Configuring a Remote Database for Airflow

This topic describes how to configure a remote database for Airflow on the HPE Ezmeral Data Fabric.

About this task

Airflow uses SQLAlchemy to connect to the metadata database. The metadata database stores the information about Airflow configurations, user information, roles and policies, and statistics of each DAG state, run, and task.

You can configure databases supported by SQLAlchemy to host Airflow metadata. The most common databases are:
  1. Postgres
  2. MySQL
  3. SQLite

While SQLite is the default database on Apache Airflow, the Airflow community recommends Postgres for most use cases. For more details, see Set up a Database Backend.

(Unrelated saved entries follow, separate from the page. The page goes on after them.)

"""Live mode: reduce and flag each run while the test is still running.

:func:`watch` polls a campaign folder that the data acquisition is writing into. A run is *complete*
when its row is in runs.csv (whole lines only), every log it names and every log of its zero and
tare runs exists, ends with a line break, and none of them (nor campaign.toml and runs.csv) has
changed size or modification time for ``settle`` seconds. Complete inputs are copied into a snapshot
folder, ``OUT/.live/campaign``, which holds only complete runs; the snapshot is reduced by
:func:`tunnelred.pipeline.campaign.reduce_campaign`, whose per-run cache (keyed on each run's inputs
and those of its zero and tare runs) reduces only the runs that are new or whose inputs changed, and
which writes OUT atomically. The engine never reads a file the acquisition is still writing: it
reads the snapshot, and a file is copied into it only when it has settled and has not changed while
it was copied.

The state of the watch (:class:`Status`) goes to a view after every change: :class:`TerminalView`
(redrawn in place on a terminal, appended lines otherwise), :class:`LiveView` for a notebook, or
any object with ``update(status)`` and ``close()``. It is also written to
``OUT/.live/status.json`` so a notebook can follow a watch running elsewhere, and the lift and
drag so far are drawn in ``OUT/figures/live.png``.

The folder layout and the rule are described in docs/live.md.
"""

from __future__ import annotations

import csv
import io
import json
import math
import os
import re
import shutil
import stat
import sys
import threading
import time
from dataclasses import asdict, dataclass, replace
from datetime import datetime
from pathlib import Path, PurePosixPath

import numpy as np

from tunnelred.common.errors import InputError, OutputFolderError, Problem
from tunnelred.common.text import printable
from tunnelred.engine import quality
from tunnelred.inputs.config import load_config
from tunnelred.inputs.readers import STREAMS
from tunnelred.products import store

__all__ = [
    "DEFAULT_SETTLE",
    "DEFAULT_POLL",
    "RunLine",
    "Status",
    "TerminalView",
    "LiveView",
    "render_lines",
    "read_status",
    "live_figure",
    "watch",
    "main_watch",
]

#: Seconds a file must keep its size and modification time to count as finished. [s]
DEFAULT_SETTLE = 2.0
#: Seconds between two looks at the campaign folder. [s]
DEFAULT_POLL = 0.5

_LIVE_DIR = ".live"
_SNAPSHOT_DIR = "campaign"
_STATUS_FILE = "status.json"
_FIGURE_FILE = "live.png"
# Rows of the latest runs the views show.
_LATEST = 12
_INPUT_FILES = ("campaign.toml", "runs.csv")
_NEWLINE = re.compile(rb"\r\n|\r|\n")

# Run states, in the order the counts list them.
WAITING, TRUNCATED, COMPLETE, REDUCED, FLAGGED, FAILED = (
    "waiting",
    "truncated",
    "complete",
    "reduced",
    "flagged",
    "failed",
)


# ---------------------------------------------------------------------------------------------
# The state a view shows


@dataclass(frozen=True)
class RunLine:
    """One data run as the views show it.

    ``state`` is one of waiting, truncated, complete (queued for the engine), reduced, flagged
    or failed; ``reason`` says why it waits, which flags it raised and why, or why it failed.
    The coefficients are NaN until the run is reduced. ``provisional`` marks results reduced
    before the run's closing zero was in (from its opening zero alone; docs/live.md).
    """

    run: str
    state: str
    config: str = ""
    alpha: float = math.nan
    CL: float = math.nan
    CD: float = math.nan
    u_CL: float = math.nan
    reason: str = ""
    provisional: bool = False


@dataclass(frozen=True)
class Status:
    """Everything a view shows: the data runs in runs.csv order and what the watch is doing.

    ``fresh`` lists the data runs whose inputs were new or changed at the latest reduction
    (the engine reduced them; the others came from its cache); ``reductions`` counts the
    engine calls so far, and ``busy`` is true while one runs (``fresh`` then lists the runs it
    is reducing). ``problems`` holds what stops the whole campaign (campaign.toml or
    runs.csv unusable). ``note`` is one line on what the watch is doing now.
    """

    title: str
    campaign: str
    out: str
    runs: tuple[RunLine, ...] = ()
    fresh: tuple[str, ...] = ()
    reductions: int = 0
    problems: tuple[str, ...] = ()
    note: str = ""
    updated: str = ""
    busy: bool = False
    stopped: bool = False

    def count(self) -> dict[str, int]:
        """Data runs by state: complete (all inputs in), reduced, flagged, failed, waiting.

        ``complete`` counts every run whose inputs are all in (queued, reduced, flagged or
        failed); ``reduced`` those with results (flagged ones included), ``provisional`` those
        of them still waiting for their closing zero; ``waiting`` those still being written,
        truncated ones included.
        """
        states = [r.state for r in self.runs]
        done = (COMPLETE, REDUCED, FLAGGED, FAILED)
        return {
            "complete": sum(s in done for s in states),
            "reduced": sum(s in (REDUCED, FLAGGED) for s in states),
            "flagged": states.count(FLAGGED),
            "provisional": sum(r.provisional and r.state in (REDUCED, FLAGGED) for r in self.runs),
            "failed": states.count(FAILED),
            "waiting": sum(s in (WAITING, TRUNCATED) for s in states),
        }

    @classmethod
    def from_json(cls, text: str) -> Status:
        record = json.loads(text)
        runs = tuple(
            RunLine(**{k: (math.nan if v is None else v) for k, v in r.items()})
            for r in record.pop("runs")
        )
        return cls(
            runs=runs,
            **{k: tuple(v) if isinstance(v, list) else v for k, v in record.items()},
        )


def _finite_or_none(x: float):
    return x if math.isfinite(x) else None


def read_status(out_dir) -> Status | None:
    """The latest status a watch wrote into ``out_dir`` (None when no watch has written one).

    Parameters
    ----------
    out_dir : str or path-like
        The output folder of :func:`watch`.

    Returns
    -------
    Status or None
    """
    path = Path(out_dir) / _LIVE_DIR / _STATUS_FILE
    try:
        return Status.from_json(path.read_text(encoding="utf-8"))
    except FileNotFoundError:
        return None


def _write_status(out_dir: Path, status: Status) -> None:
    record = asdict(status)
    record["runs"] = [
        {k: _finite_or_none(v) if isinstance(v, float) else v for k, v in r.items()}
        for r in record["runs"]
    ]
    text = json.dumps(record, indent=1) + "\n"
    path = store.contained(out_dir, out_dir / _LIVE_DIR / _STATUS_FILE)
    store.atomic_write_bytes(path, text.encode("utf-8"))


# ---------------------------------------------------------------------------------------------
# Text rendering, shared by the terminal and plain-line views

_MARK = "!!"  # the marker of a flagged or failed run, readable without colour or video
_INVERSE, _BOLD, _RED, _RESET = "\x1b[7m", "\x1b[1m", "\x1b[31m", "\x1b[0m"


def _number(x: float, width: int = 8, digits: int = 3) -> str:
    return f"{x:{width}.{digits}f}" if math.isfinite(x) else f"{'–':>{width}}"


def _run_text(line: RunLine) -> str:
    mark = _MARK if line.state in (FLAGGED, FAILED) else "  "
    state = line.state.upper() if line.state in (FLAGGED, FAILED, TRUNCATED) else line.state
    text = (
        f"{mark} {line.run:<10} {line.config:<8} {_number(line.alpha)} {_number(line.CL)} "
        f"{_number(line.CD)} {_number(line.u_CL, 7, 4)}  {state:<9}"
    )
    if line.provisional:
        text += " PROVISIONAL"
    return f"{text} {line.reason}" if line.reason else text


def _counts_text(status: Status) -> str:
    c = status.count()
    return (
        f"data runs: {c['complete']} complete, {c['reduced']} reduced "
        f"({c['provisional']} provisional), {c['flagged']} flagged, "
        f"{c['failed']} failed, {c['waiting']} waiting"
    )


_HEADER = (
    f"   {'run':<10} {'config':<8} {'alpha':>8} {'CL':>8} {'CD':>8} {'u(CL)':>7}  {'state':<9}"
    " reason"
)
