class OtlpDecoder:
    """Decodes OTLP metrics messages; keeps, per series, what cumulative histogram means need.

    One decoder per input partition (the daemon) or per replay: the remembered (count, sum) are
    bounded by ``MEAN_MEMORY`` series and are not part of engine checkpoints.

    >>> from opentelemetry.proto.metrics.v1 import metrics_pb2 as m
    >>> req = ExportMetricsServiceRequest(resource_metrics=[{"scope_metrics": [{"metrics": [
    ...     m.Metric(name="queue", unit="{job}", gauge=m.Gauge(data_points=[
    ...         m.NumberDataPoint(time_unix_nano=60_000_000_000, as_int=7)]))]}]}])
    >>> d = OtlpDecoder().decode(req.SerializeToString())
    >>> d.points.keys, d.points.value.tolist(), d.points.notes["queue"].unit
    (['queue'], [7.0], '{job}')
    """

    def __init__(self, resource_labels: Sequence[str] = DEFAULT_RESOURCE_LABELS, *,
                 json: bool = False) -> None:
        self.resource_labels = frozenset(resource_labels)
        self.json = json
        self._note = _Notes()
        self._previous: dict[str, tuple[int, int, float, int]] = {}  # mean key -> start, count, sum, t

    # ------------------------------------------------------------ parsing

    def parse(self, data: bytes) -> ExportMetricsServiceRequest:
        """The request in ``data``; RecordError with the parser's reason if it is not one."""
        req = ExportMetricsServiceRequest()
        if not self.json:
            try:
                req.ParseFromString(data)
            except (ProtobufDecodeError, RecursionError, ValueError) as exc:
                raise RecordError(f"not an OTLP ExportMetricsServiceRequest (protobuf: "
                                  f"{shorten(str(exc) or type(exc).__name__, 80)})") from None
            return req
        try:
            doc = orjson.loads(data)
        except orjson.JSONDecodeError as exc:
            raise RecordError(f"invalid JSON ({exc})") from None
        if type(doc) is not dict:
            raise RecordError(f"expected an OTLP/JSON object, got {type(doc).__name__}")
        _drop_exemplars(doc)
        try:
            json_format.ParseDict(doc, req, ignore_unknown_fields=True)
        except (json_format.ParseError, ValueError, TypeError, AttributeError, RecursionError,
                OverflowError) as exc:
            raise RecordError(f"not an OTLP/JSON ExportMetricsServiceRequest "
                              f"({shorten(str(exc) or type(exc).__name__, 120)})") from None
        return req

    # ------------------------------------------------------------ decoding

    def decode(self, data: bytes, *, prefix: str = "", rules: TimeRules = _DEFAULT_RULES,
               builder: PointBuilder | None = None) -> Decoded:
        """Decode one message; ``builder`` as for the other decoders."""
        own = builder is None
        out = PointBuilder() if builder is None else builder
        errors = ErrorCollector(prefix)
        try:
            req = self.parse(data)
        except RecordError as exc:
            errors.add("message", str(exc), data)
            return finish(out, errors, 1, own=own)
        records = 0
        keep = self.resource_labels
        for ri, rm in enumerate(req.resource_metrics):
            try:
                resource = {kv.key: _attribute(kv.key, kv.value) for kv in rm.resource.attributes
                            if kv.key in keep}
            except RecordError as exc:
                n = sum(_point_count(m) for sm in rm.scope_metrics for m in sm.metrics)
                records += max(n, 1)
                errors.add(f"resource {ri}", f"resource {exc}", str(rm.resource)[:160])
                continue
            for sm in rm.scope_metrics:
                for metric in sm.metrics:
                    records += self._metric(metric, resource, out, rules, errors)
        return finish(out, errors, records, own=own)

    def _metric(self, metric, resource: dict[str, str], out: PointBuilder, rules: TimeRules,
                errors: ErrorCollector) -> int:
        name = metric.name
        kind = metric.WhichOneof("data")
        if kind is None or not name:
            why = "metric without a name" if not name else "metric without data (no gauge, sum, ...)"
            errors.add(f"metric {shorten(name, 60)!r}", why, str(metric)[:160])
            return 1
        data = getattr(metric, kind)
        points = data.data_points
        adder = getattr(self, f"_{kind}")
        unit = metric.unit
        for i, p in enumerate(points):
            if p.flags & NO_RECORDED_VALUE:
                continue
            try:
                labels = _labels(_attributes(p.attributes, resource))
                t = p.time_unix_nano
                if t == 0:
                    raise RecordError("missing time_unix_nano")
                adder(name, unit, data, p, labels, rules.check(t / 1e9), out)
            except RecordError as exc:
                errors.add(f"metric {shorten(name, 60)!r} point {i}", str(exc), str(p)[:160])
        return len(points)

    def _add(self, out: PointBuilder, metric: str, labels: Labels, t: float, v: float,
             note: SeriesNote) -> None:
        out.add_checked(metric, labels, t, v, check_series)
        if note is not _GAUGE:
            out.note(note)

    def _interval(self, p, temporality: int) -> float:
        """Seconds covered by a delta point; RecordError without a usable start time."""
        if p.start_time_unix_nano == 0 or p.start_time_unix_nano >= p.time_unix_nano:
            raise RecordError("delta point without a start_time_unix_nano before its time")
        return (p.time_unix_nano - p.start_time_unix_nano) / 1e9

    @staticmethod
    def _temporality(data) -> int:
        temporality = data.aggregation_temporality
        if temporality not in (DELTA, CUMULATIVE):
            raise RecordError(f"aggregation temporality {temporality} is neither delta nor cumulative")
        return temporality

    @staticmethod
    def _number(p) -> float:
        which = p.WhichOneof("value")
        if which == "as_double":
            return _finite("value", p.as_double)
        if which == "as_int":
            return float(p.as_int)
        raise RecordError("data point has no value (as_double or as_int)")

    def _note_for(self, kind: str, unit: str) -> SeriesNote:
        return _GAUGE if kind != COUNTER and not unit else self._note(kind, unit)

    def _gauge(self, name, unit, data, p, labels, t, out) -> None:
        self._add(out, name, labels, t, self._number(p), self._note_for("gauge", unit))

    def _sum(self, name, unit, data, p, labels, t, out) -> None:
        temporality = self._temporality(data)
        v = self._number(p)
        if temporality == DELTA:
            self._add(out, name, labels, t, v / self._interval(p, temporality),
                      self._note("gauge", _per_second(unit)))
        elif data.is_monotonic:
            self._add(out, name, labels, t, v, self._note(COUNTER, _per_second(unit)))
        else:
            self._add(out, name, labels, t, v, self._note_for("gauge", unit))

    def _histogram(self, name, unit, data, p, labels, t, out) -> None:
        temporality = self._temporality(data)
        count = p.count
        has_sum = p.HasField("sum")
        total = _finite("sum", p.sum) if has_sum else math.nan
        if temporality == DELTA:
            dt = self._interval(p, temporality)
            self._add(out, f"{name}_count", labels, t, count / dt, self._note("gauge", "1/s"))
            if has_sum:
                self._add(out, f"{name}_sum", labels, t, total / dt, self._note("gauge", _per_second(unit)))
                if count > 0:
                    self._add(out, f"{name}_mean", labels, t, total / count, self._note_for("gauge", unit))
            return
        self._add(out, f"{name}_count", labels, t, float(count), self._note(COUNTER, "1/s"))
        if not has_sum:
            return
        self._add(out, f"{name}_sum", labels, t, total, self._note(COUNTER, _per_second(unit)))
        mean = self._cumulative_mean(f"{name}_mean", labels, p.start_time_unix_nano, count, total,
                                     p.time_unix_nano)
        if mean is not None:
            self._add(out, f"{name}_mean", labels, t, mean, self._note_for("gauge", unit))

    _exponential_histogram = _histogram

    def _cumulative_mean(self, metric: str, labels: Labels, start: int, count: int, total: float,
                         t: int) -> float | None:
        """Mean of the observations since the series' previous point (None when there were none,
        on first sight, or for a point older than the previous one)."""
        key = series_key(metric, labels)
        prev = self._previous.get(key)
        if prev is not None and t <= prev[3]:
            return None
        if len(self._previous) >= MEAN_MEMORY and prev is None:
            self._previous.clear()
        self._previous[key] = (start, count, total, t)
        if prev is None:
            return None
        p_start, p_count, p_total, _ = prev
        if start != p_start or count < p_count:  # the histogram restarted: all of it is new
            p_count, p_total = 0, 0.0
        if count == p_count:
            return None
        return (total - p_total) / (count - p_count)

    def _summary(self, name, unit, data, p, labels, t, out) -> None:
        quantiles = []
        for q in p.quantile_values:
            if not 0.0 <= q.quantile <= 1.0:
                raise RecordError(f"quantile {q.quantile!r} is outside 0..1")
            quantiles.append((f"{q.quantile:g}", _finite(f"quantile {q.quantile:g}", q.value)))
        total = _finite("sum", p.sum)
        for q, v in quantiles:
            ql = tuple(sorted({**dict(labels), "quantile": q}.items()))
            self._add(out, name, ql, t, v, self._note_for("gauge", unit))
        self._add(out, f"{name}_count", labels, t, float(p.count), self._note(COUNTER, "1/s"))
        self._add(out, f"{name}_sum", labels, t, total, self._note(COUNTER, _per_second(unit)))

For a list of the supported databases, see Choosing database backend.

Procedure

  1. Configure the remote database for Airflow. See Set up a Database Backend.
  2. Update <AIRFLOW-HOME>/conf/airflow.cfg with your SQLAlchemy connection string.
    • For PostgreSQL, update <AIRFLOW-HOME>/conf/airflow.cfg with:

      postgresql+psycopg2://<user>:<password>@<host>/<db>

    • For MySQL, update <AIRFLOW-HOME>/conf/airflow.cfg with:

      mysql+mysqldb://<airflow-user>:<airflow-password>@<host>[:<port>]/<airflow-dbname>

      To connect to MySQL from Airflow, install the mysqlclient.
      1. Run . <airflow_home>/build/env/bin/activate
      2. Run pip install mysqlclient==2.2.0
      3. Run deactivate
  3. Create the database schema using the steps that apply to the currently installed EEP. To identify the EEP that is installed, see Checking the EEP Version:
    • EEP 9.2.0 and later:
      1. Run the airflow db migrate command to initialize the database:
        airflow db migrate
      2. Run the airflow connections create-default-connections command to create default connections:
        airflow connections create-default-connections
    • EEP 9.1.x and earlier:
      airflow db init
  4. After the database configuration completes, create a user by following the steps in the Command Line Interface and Environment Variables Reference. For example:
    airflow users create --username mapr --firstname mapr --lastname mapr -p mapr --role Admin --email admin@example.org
  5. Restart Airflow services as described in Starting, Stopping, and Restarting Airflow Services.